[[ EXERCISE MATERIAL, beginning ]]
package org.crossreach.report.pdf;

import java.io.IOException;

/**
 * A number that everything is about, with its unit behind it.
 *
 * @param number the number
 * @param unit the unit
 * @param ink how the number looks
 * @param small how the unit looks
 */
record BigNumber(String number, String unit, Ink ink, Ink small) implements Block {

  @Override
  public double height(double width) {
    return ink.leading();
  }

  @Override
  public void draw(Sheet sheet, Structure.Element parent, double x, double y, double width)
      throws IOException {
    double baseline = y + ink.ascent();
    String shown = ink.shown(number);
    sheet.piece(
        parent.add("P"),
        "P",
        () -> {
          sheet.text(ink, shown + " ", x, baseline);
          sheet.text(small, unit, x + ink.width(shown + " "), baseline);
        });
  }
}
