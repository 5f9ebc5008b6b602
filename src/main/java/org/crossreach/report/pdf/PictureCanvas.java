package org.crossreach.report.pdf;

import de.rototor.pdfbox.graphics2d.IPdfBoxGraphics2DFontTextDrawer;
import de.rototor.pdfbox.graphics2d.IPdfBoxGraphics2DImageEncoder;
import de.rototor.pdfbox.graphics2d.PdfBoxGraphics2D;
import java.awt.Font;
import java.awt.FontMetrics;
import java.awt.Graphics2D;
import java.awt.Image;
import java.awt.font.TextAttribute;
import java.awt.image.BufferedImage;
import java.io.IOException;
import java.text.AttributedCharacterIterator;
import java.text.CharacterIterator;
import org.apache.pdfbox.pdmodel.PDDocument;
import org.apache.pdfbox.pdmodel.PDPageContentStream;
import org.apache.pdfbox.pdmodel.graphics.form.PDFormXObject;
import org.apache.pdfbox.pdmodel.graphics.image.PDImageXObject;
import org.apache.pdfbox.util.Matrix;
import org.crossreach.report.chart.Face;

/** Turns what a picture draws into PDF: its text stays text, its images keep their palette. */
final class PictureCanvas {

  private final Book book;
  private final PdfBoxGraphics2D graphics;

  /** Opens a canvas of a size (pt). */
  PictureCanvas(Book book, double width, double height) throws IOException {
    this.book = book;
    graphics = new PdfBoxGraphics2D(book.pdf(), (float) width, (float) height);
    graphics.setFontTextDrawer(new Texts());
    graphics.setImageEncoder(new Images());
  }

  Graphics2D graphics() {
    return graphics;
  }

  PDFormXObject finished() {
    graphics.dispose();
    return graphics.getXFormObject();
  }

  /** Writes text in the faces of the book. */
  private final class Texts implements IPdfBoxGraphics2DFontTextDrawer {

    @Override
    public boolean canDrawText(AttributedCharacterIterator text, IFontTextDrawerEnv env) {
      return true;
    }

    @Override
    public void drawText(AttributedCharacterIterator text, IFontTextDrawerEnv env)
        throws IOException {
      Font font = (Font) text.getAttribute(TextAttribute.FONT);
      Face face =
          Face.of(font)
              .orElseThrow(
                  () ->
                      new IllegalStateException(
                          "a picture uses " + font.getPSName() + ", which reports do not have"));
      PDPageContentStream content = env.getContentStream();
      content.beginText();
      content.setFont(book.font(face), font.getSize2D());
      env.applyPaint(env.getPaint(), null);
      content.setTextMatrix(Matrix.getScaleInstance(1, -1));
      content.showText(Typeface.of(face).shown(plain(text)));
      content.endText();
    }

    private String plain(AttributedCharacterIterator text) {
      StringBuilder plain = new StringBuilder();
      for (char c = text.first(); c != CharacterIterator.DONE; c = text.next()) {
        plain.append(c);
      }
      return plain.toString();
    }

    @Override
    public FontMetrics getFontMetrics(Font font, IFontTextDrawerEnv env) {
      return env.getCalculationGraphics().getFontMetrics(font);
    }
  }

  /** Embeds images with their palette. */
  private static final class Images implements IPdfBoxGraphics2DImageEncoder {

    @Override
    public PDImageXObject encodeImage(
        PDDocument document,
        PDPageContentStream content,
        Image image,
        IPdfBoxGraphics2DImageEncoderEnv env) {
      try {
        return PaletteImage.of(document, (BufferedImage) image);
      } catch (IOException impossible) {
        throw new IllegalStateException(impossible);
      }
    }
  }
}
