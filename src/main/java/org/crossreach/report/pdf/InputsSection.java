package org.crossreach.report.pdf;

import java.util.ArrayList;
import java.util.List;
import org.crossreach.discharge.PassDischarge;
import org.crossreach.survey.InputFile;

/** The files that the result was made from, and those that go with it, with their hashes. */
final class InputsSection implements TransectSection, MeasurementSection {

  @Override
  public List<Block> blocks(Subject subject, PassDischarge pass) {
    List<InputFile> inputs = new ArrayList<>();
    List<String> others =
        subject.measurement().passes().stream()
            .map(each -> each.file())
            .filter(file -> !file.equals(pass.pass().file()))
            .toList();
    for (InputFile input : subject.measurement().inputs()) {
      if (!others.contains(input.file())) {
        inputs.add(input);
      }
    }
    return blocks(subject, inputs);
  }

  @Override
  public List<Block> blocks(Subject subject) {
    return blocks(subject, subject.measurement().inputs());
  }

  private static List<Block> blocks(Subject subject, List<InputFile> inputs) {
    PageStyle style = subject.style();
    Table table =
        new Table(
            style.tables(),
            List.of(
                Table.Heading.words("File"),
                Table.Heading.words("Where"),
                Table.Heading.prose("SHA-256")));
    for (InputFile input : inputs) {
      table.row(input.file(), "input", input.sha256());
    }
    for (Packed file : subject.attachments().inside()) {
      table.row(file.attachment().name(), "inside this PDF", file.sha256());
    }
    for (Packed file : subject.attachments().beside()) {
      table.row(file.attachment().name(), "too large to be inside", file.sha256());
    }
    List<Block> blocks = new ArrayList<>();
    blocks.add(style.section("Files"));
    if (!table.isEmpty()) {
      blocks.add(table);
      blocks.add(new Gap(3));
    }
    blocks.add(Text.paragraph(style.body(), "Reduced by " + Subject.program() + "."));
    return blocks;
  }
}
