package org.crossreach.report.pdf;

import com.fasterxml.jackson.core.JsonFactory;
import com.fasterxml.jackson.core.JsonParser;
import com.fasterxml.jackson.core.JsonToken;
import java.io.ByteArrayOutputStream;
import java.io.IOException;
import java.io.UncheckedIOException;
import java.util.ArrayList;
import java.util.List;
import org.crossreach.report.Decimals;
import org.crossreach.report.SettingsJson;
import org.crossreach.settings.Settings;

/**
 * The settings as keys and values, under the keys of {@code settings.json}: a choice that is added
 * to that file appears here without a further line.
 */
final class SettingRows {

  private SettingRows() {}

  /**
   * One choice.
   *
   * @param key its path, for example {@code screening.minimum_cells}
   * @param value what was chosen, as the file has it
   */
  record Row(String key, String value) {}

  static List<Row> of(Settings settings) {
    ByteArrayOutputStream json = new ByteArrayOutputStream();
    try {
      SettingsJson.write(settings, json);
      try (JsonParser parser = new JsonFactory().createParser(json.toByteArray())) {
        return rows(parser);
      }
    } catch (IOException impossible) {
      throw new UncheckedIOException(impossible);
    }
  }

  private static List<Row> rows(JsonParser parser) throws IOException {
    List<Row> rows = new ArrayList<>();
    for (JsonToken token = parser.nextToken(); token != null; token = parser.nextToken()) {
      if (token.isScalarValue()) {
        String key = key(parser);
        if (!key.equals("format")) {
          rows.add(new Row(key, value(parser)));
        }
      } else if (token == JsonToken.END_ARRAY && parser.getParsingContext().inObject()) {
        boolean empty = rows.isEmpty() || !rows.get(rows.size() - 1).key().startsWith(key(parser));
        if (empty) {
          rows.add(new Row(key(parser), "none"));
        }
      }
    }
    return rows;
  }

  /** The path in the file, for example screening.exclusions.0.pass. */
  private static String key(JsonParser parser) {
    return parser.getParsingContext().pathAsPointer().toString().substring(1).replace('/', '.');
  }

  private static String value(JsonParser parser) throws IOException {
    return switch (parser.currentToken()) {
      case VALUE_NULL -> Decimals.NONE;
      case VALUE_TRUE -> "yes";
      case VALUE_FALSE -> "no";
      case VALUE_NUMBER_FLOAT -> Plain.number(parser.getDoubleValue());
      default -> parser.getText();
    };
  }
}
[[ EXERCISE MATERIAL, end ]]
### WORK ORDER
What you return must be an exact retyping of the lines above starting at the line with "import org.apache.pdfbox.util.Matrix;" and ending at the line with "which reports do", and nothing besides.

### RESPONSE TO THE TASK
import org.apache.pdfbox.util.Matrix;
import org.crossreach.report.chart.Face;

/** Turns what a picture draws into PDF: its text stays text, its images keep their palette. */
final class PictureCanvas {

  private final Book book;
  private final PdfBoxGraphics2D graphics;

  /** Opens a canvas of a size (pt). */
  PictureCanvas(Book book, double width, double height) throws IOException {
    this.book = book;
    graphics = new PdfBoxGraphics2D(book.pdf(), (float) width, (float) height);
    graphics.setFontTextDrawer(new Texts());
    graphics.setImageEncoder(new Images());
  }

  Graphics2D graphics() {
    return graphics;
  }

  PDFormXObject finished() {
    graphics.dispose();
    return graphics.getXFormObject();
  }

  /** Writes text in the faces of the book. */
  private final class Texts implements IPdfBoxGraphics2DFontTextDrawer {

    @Override
    public boolean canDrawText(AttributedCharacterIterator text, IFontTextDrawerEnv env) {
      return true;
    }

    @Override
    public void drawText(AttributedCharacterIterator text, IFontTextDrawerEnv env)
        throws IOException {
      Font font = (Font) text.getAttribute(TextAttribute.FONT);
      Face face =
          Face.of(font)
              .orElseThrow(
                  () ->
                      new IllegalStateException(
                          "a picture uses " + font.getPSName() + ", which reports do not have"));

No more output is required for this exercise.